Reproduce the entries below exactly, but only from the line containing "if first.gon else" to the line containing "fresh, separated = True, True", inclusive.

━━ Material provided ━━

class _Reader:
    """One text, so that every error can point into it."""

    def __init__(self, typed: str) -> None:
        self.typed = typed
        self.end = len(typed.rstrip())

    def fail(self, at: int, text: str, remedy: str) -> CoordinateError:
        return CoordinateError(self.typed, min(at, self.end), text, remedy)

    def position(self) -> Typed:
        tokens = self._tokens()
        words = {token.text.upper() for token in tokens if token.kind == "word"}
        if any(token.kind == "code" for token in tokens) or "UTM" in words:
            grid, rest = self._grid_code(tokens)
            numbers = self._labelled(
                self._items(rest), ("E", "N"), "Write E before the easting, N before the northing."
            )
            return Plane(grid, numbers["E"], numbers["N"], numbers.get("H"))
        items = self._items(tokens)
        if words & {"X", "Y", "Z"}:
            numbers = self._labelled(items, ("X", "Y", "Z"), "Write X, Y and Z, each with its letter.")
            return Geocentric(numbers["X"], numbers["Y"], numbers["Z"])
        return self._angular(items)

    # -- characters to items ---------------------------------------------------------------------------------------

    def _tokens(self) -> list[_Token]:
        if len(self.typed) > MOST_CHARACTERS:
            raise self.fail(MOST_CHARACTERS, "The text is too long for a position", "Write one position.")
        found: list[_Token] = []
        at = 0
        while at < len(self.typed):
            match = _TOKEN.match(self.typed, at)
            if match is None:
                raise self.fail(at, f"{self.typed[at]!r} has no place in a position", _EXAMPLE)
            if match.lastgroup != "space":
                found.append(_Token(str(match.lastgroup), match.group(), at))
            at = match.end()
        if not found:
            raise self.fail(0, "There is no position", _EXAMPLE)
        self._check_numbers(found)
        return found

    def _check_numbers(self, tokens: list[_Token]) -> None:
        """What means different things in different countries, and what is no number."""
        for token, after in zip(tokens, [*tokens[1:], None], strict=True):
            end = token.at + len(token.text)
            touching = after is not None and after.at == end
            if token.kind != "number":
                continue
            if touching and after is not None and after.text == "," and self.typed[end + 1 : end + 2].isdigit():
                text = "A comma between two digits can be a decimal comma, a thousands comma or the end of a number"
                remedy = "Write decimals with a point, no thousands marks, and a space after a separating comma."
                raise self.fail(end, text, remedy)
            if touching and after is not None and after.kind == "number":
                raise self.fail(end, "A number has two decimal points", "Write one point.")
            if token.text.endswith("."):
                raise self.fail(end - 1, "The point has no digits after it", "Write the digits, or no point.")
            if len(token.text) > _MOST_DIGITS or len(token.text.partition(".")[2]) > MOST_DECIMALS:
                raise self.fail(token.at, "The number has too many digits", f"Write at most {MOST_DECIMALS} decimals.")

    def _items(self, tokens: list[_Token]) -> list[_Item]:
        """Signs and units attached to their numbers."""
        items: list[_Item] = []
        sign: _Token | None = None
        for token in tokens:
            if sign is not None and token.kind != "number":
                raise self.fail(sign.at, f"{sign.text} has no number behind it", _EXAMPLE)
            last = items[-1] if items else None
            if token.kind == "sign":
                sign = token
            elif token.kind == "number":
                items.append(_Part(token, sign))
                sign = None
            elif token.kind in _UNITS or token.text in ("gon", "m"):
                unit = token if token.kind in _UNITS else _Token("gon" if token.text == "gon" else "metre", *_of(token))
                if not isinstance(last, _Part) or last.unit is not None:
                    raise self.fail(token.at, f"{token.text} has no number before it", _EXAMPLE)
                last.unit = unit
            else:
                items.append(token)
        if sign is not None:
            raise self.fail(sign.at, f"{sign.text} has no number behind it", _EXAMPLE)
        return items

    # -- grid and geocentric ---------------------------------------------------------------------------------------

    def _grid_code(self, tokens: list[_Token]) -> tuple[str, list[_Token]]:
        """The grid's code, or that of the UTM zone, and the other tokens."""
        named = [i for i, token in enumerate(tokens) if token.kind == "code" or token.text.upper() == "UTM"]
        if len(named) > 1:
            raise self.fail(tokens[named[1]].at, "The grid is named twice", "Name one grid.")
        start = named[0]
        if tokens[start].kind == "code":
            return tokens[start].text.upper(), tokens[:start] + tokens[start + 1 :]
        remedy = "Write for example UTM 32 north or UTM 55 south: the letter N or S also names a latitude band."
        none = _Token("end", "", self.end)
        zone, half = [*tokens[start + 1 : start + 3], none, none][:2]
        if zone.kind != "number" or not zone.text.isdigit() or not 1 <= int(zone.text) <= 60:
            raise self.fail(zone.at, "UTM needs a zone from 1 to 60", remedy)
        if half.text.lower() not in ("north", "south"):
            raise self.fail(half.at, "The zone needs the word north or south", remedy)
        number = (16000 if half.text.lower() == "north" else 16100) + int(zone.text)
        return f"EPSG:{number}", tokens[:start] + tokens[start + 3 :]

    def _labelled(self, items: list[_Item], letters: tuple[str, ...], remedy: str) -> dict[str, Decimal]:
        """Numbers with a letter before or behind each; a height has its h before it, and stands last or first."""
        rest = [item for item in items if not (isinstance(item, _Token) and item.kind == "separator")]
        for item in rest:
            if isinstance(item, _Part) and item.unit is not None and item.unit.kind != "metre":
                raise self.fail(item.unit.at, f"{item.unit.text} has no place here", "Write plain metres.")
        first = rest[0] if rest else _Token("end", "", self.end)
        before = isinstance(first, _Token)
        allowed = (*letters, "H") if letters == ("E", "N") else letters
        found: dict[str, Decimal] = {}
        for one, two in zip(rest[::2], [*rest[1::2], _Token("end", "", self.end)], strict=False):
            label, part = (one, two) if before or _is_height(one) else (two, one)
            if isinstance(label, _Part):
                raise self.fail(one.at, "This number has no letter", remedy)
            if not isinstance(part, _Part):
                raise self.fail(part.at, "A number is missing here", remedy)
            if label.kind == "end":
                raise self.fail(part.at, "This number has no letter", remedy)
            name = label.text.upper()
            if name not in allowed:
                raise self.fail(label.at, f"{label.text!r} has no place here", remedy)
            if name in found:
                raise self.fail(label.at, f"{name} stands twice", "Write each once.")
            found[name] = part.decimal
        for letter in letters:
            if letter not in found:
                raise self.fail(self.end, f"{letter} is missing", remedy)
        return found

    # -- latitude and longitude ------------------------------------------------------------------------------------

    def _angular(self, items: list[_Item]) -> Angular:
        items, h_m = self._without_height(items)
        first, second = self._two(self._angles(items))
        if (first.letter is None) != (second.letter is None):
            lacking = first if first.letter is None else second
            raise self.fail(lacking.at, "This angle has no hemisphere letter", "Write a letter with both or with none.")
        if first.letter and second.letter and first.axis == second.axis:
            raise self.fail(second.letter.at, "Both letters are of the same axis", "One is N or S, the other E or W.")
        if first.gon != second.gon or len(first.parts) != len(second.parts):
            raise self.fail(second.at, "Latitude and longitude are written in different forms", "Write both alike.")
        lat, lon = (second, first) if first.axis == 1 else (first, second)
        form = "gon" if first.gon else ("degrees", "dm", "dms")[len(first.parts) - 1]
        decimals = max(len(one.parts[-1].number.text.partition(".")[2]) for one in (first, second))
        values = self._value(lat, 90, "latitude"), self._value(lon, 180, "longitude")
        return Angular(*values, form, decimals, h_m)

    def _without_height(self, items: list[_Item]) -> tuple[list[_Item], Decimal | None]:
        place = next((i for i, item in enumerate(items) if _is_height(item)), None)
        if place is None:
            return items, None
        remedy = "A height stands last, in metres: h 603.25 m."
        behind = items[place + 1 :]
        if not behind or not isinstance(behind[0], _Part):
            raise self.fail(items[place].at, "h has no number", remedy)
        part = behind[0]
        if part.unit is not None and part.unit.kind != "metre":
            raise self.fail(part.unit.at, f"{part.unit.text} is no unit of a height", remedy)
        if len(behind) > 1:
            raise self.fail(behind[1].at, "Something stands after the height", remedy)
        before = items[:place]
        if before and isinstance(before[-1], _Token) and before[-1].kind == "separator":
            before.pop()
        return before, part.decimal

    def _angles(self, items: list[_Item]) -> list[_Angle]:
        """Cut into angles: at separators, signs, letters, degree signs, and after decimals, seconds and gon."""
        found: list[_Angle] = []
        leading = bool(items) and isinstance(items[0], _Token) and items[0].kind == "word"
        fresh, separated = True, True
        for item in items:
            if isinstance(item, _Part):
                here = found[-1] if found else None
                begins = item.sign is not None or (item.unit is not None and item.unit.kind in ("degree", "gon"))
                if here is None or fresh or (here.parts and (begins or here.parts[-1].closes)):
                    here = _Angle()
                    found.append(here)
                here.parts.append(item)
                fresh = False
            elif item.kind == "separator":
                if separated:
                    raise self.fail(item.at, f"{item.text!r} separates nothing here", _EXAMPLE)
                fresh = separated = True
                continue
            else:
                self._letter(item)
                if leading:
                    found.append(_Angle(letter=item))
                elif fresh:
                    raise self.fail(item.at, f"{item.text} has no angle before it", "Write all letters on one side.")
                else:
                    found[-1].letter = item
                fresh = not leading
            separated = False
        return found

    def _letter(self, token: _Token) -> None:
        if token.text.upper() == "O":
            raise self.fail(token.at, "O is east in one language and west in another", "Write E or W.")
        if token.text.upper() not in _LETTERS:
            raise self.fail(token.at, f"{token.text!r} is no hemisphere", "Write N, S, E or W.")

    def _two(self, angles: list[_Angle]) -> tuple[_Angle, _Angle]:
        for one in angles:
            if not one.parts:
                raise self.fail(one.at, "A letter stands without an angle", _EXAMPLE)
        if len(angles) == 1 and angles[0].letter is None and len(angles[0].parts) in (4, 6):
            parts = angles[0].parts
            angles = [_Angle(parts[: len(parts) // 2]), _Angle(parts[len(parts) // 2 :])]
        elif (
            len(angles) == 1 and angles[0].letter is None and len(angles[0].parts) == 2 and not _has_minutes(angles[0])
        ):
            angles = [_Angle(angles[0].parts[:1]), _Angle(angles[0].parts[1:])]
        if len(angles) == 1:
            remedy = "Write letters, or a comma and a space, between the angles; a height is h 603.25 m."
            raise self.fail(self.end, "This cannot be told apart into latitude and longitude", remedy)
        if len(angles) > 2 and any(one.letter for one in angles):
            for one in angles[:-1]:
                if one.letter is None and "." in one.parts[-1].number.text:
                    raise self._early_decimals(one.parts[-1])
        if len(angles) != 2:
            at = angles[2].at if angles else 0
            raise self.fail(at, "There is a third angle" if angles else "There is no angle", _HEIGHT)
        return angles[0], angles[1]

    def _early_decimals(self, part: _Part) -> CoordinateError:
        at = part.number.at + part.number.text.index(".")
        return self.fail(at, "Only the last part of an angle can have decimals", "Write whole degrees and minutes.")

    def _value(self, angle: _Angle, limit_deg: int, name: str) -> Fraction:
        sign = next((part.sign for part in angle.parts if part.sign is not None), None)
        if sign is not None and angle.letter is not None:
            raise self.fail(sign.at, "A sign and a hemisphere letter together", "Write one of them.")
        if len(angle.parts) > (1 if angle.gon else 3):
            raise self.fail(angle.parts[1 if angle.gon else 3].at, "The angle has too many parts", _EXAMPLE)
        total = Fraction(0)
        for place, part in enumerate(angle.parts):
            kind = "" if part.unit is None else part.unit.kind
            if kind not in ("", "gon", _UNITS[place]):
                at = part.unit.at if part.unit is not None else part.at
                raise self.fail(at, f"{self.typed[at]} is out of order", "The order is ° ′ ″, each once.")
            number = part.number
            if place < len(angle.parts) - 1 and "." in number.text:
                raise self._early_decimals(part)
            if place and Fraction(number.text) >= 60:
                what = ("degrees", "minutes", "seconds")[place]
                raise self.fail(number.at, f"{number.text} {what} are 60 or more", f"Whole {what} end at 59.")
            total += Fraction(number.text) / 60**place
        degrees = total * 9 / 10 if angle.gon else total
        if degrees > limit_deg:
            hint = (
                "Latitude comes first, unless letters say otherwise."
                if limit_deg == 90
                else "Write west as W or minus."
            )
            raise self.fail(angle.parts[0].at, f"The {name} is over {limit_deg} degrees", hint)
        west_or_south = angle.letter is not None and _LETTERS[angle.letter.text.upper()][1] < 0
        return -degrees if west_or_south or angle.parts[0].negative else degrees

━━━
━━ Material provided ━━

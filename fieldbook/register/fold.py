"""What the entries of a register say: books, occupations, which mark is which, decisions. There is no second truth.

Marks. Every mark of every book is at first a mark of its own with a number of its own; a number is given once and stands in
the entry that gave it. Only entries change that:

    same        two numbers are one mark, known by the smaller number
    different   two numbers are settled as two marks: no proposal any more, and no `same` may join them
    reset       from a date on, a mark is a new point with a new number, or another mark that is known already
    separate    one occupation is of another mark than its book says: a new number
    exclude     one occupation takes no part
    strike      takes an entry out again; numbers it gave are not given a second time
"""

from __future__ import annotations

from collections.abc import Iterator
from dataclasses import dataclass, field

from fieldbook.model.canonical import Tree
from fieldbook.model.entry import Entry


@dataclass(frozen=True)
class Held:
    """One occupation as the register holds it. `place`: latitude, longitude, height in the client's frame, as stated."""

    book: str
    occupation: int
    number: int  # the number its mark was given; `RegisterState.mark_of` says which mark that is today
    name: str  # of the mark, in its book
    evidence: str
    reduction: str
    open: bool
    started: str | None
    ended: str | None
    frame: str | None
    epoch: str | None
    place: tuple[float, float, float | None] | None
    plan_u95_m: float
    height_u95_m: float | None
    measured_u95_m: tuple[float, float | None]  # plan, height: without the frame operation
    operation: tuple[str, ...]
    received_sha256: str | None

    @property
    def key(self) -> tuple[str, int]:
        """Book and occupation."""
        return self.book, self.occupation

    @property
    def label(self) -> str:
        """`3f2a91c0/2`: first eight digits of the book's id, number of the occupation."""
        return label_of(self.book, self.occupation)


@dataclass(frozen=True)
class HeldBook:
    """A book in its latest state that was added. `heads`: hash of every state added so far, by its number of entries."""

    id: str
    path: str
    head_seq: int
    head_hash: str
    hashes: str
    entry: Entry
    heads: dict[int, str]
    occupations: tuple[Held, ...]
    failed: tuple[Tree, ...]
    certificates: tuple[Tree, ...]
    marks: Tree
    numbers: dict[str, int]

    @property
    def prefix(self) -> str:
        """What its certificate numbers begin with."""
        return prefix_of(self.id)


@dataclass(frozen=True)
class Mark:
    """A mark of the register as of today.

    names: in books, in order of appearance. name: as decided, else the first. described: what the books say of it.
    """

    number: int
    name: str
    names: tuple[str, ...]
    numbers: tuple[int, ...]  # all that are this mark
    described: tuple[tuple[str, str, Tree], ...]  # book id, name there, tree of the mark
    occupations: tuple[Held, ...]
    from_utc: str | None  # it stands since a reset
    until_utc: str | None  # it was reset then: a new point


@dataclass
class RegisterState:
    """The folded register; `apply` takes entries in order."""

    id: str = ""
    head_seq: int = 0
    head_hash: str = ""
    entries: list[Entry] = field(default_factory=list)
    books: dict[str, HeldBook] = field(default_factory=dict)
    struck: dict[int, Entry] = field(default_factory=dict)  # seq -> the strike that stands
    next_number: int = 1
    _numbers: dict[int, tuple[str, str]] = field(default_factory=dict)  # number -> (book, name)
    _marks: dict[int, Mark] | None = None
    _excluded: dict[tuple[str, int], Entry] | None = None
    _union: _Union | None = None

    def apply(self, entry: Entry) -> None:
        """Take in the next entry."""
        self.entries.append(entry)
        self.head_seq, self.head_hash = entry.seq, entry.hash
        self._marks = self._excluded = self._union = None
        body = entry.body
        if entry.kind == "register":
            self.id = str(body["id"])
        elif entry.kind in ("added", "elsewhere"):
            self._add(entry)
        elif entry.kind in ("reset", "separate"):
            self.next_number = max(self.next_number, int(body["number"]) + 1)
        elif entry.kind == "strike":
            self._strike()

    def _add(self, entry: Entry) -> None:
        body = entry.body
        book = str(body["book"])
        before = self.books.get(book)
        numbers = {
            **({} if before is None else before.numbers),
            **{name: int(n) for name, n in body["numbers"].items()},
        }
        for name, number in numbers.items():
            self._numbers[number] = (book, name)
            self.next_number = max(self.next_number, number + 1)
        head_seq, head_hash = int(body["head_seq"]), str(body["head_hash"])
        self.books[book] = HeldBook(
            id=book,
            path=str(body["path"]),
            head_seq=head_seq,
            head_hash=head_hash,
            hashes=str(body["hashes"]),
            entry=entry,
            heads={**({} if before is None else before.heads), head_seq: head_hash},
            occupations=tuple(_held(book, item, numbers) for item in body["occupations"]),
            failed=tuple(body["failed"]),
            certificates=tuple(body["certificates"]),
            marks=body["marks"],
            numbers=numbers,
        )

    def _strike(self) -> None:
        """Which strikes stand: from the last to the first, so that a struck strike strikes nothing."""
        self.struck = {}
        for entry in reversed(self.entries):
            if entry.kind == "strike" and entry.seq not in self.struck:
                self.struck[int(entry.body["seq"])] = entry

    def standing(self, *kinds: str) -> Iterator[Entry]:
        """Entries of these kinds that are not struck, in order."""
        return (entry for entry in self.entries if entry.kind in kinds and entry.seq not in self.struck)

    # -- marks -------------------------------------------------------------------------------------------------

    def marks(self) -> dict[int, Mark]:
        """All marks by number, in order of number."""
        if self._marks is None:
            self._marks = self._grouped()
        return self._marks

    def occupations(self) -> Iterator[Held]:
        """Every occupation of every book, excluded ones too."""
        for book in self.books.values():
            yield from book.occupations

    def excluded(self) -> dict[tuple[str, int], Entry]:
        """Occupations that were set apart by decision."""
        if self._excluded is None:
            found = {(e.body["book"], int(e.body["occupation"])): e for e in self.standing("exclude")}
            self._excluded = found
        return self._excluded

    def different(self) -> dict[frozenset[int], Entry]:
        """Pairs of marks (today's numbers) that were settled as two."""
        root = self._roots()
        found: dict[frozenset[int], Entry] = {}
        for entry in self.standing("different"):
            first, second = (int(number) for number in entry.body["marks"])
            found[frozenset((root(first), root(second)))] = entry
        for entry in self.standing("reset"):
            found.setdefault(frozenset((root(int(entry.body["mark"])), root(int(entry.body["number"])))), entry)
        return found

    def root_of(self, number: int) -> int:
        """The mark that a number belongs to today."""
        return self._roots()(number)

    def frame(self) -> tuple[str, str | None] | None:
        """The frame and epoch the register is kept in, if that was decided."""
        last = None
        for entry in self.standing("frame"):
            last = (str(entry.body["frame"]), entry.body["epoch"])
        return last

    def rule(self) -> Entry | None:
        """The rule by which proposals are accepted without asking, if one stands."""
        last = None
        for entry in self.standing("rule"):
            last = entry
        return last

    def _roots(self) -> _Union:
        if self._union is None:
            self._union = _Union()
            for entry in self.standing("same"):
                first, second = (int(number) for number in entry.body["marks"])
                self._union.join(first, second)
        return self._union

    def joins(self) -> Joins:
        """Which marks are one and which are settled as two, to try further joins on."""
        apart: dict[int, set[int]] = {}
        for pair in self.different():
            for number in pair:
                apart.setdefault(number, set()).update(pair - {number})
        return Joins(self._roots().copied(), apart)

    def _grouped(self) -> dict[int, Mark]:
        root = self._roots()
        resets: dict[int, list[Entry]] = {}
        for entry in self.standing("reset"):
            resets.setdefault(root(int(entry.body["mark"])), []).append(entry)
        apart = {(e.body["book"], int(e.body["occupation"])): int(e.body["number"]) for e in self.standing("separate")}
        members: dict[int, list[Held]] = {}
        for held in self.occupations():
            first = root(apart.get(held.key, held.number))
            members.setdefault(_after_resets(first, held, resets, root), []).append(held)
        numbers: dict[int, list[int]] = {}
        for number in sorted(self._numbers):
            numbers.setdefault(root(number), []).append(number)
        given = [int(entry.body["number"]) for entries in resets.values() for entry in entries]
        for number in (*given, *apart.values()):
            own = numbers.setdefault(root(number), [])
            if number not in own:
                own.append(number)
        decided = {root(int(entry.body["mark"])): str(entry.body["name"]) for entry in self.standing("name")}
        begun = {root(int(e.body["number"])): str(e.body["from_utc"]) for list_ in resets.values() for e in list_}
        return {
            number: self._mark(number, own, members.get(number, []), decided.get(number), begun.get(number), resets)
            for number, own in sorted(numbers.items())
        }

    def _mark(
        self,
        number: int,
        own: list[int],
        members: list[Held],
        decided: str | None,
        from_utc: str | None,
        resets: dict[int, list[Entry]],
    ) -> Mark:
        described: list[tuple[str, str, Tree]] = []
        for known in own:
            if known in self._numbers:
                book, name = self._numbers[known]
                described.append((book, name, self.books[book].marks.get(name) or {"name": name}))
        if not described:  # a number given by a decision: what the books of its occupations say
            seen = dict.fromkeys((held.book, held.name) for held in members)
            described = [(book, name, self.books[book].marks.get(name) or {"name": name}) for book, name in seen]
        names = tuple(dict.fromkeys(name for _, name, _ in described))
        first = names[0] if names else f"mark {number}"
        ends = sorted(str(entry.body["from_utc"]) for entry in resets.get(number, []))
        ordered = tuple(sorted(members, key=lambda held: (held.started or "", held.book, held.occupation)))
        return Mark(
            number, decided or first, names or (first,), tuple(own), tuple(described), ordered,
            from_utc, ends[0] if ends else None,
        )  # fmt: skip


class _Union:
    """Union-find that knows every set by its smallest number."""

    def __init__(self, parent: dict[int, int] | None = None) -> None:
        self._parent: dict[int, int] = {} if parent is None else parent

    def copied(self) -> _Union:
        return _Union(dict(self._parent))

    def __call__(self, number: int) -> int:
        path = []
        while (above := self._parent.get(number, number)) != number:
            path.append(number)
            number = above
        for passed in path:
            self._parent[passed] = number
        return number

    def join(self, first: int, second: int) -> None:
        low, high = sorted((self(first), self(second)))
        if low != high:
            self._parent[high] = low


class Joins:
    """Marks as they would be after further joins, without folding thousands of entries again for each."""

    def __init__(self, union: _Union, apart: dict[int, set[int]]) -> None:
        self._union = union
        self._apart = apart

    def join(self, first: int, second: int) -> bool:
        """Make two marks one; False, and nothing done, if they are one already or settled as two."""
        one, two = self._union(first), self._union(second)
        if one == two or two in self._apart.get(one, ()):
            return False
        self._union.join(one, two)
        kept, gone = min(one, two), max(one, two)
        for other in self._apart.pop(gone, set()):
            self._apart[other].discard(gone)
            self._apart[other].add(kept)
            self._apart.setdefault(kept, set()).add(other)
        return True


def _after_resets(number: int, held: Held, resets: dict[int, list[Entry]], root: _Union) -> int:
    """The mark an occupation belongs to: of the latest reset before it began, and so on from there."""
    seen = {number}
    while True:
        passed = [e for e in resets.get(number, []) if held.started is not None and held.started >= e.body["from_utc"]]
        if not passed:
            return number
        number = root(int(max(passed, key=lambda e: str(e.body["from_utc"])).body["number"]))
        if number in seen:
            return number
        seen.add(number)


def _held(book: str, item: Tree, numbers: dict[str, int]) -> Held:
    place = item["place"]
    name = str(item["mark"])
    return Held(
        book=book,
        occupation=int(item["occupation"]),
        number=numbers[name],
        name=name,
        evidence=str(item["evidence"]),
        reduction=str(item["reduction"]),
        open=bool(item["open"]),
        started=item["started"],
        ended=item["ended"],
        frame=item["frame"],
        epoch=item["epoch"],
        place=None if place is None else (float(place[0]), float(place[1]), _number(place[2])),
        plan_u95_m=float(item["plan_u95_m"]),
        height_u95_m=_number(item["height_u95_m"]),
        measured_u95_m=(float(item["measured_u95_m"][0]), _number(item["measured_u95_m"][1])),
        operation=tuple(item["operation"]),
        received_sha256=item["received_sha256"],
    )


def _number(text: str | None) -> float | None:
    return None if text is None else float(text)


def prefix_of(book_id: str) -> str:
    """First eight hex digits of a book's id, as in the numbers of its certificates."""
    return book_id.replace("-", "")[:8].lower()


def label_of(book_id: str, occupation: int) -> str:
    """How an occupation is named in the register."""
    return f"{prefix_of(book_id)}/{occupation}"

━━━

**Task output**
        form = "gon" if first.gon else ("degrees", "dm", "dms")[len(first.parts) - 1]
        decimals = max(len(one.parts[-1].number.text.partition(".")[2]) for one in (first, second))
        values = self._value(lat, 90, "latitude"), self._value(lon, 180, "longitude")
        return Angular(*values, form, decimals, h_m)

    def _without_height(self, items: list[_Item]) -> tuple[list[_Item], Decimal | None]:
        place = next((i for i, item in enumerate(items) if _is_height(item)), None)
        if place is None:
            return items, None
        remedy = "A height stands last, in metres: h 603.25 m."
        behind = items[place + 1 :]
        if not behind or not isinstance(behind[0], _Part):
            raise self.fail(items[place].at, "h has no number", remedy)
        part = behind[0]
        if part.unit is not None and part.unit.kind != "metre":
            raise self.fail(part.unit.at, f"{part.unit.text} is no unit of a height", remedy)
        if len(behind) > 1:
            raise self.fail(behind[1].at, "Something stands after the height", remedy)
        before = items[:place]
        if before and isinstance(before[-1], _Token) and before[-1].kind == "separator":
            before.pop()
        return before, part.decimal

    def _angles(self, items: list[_Item]) -> list[_Angle]:
        """Cut into angles: at separators, signs, letters, degree signs, and after decimals, seconds and gon."""
        found: list[_Angle] = []
        leading = bool(items) and isinstance(items[0], _Token) and items[0].kind == "word"
        fresh, separated = True, True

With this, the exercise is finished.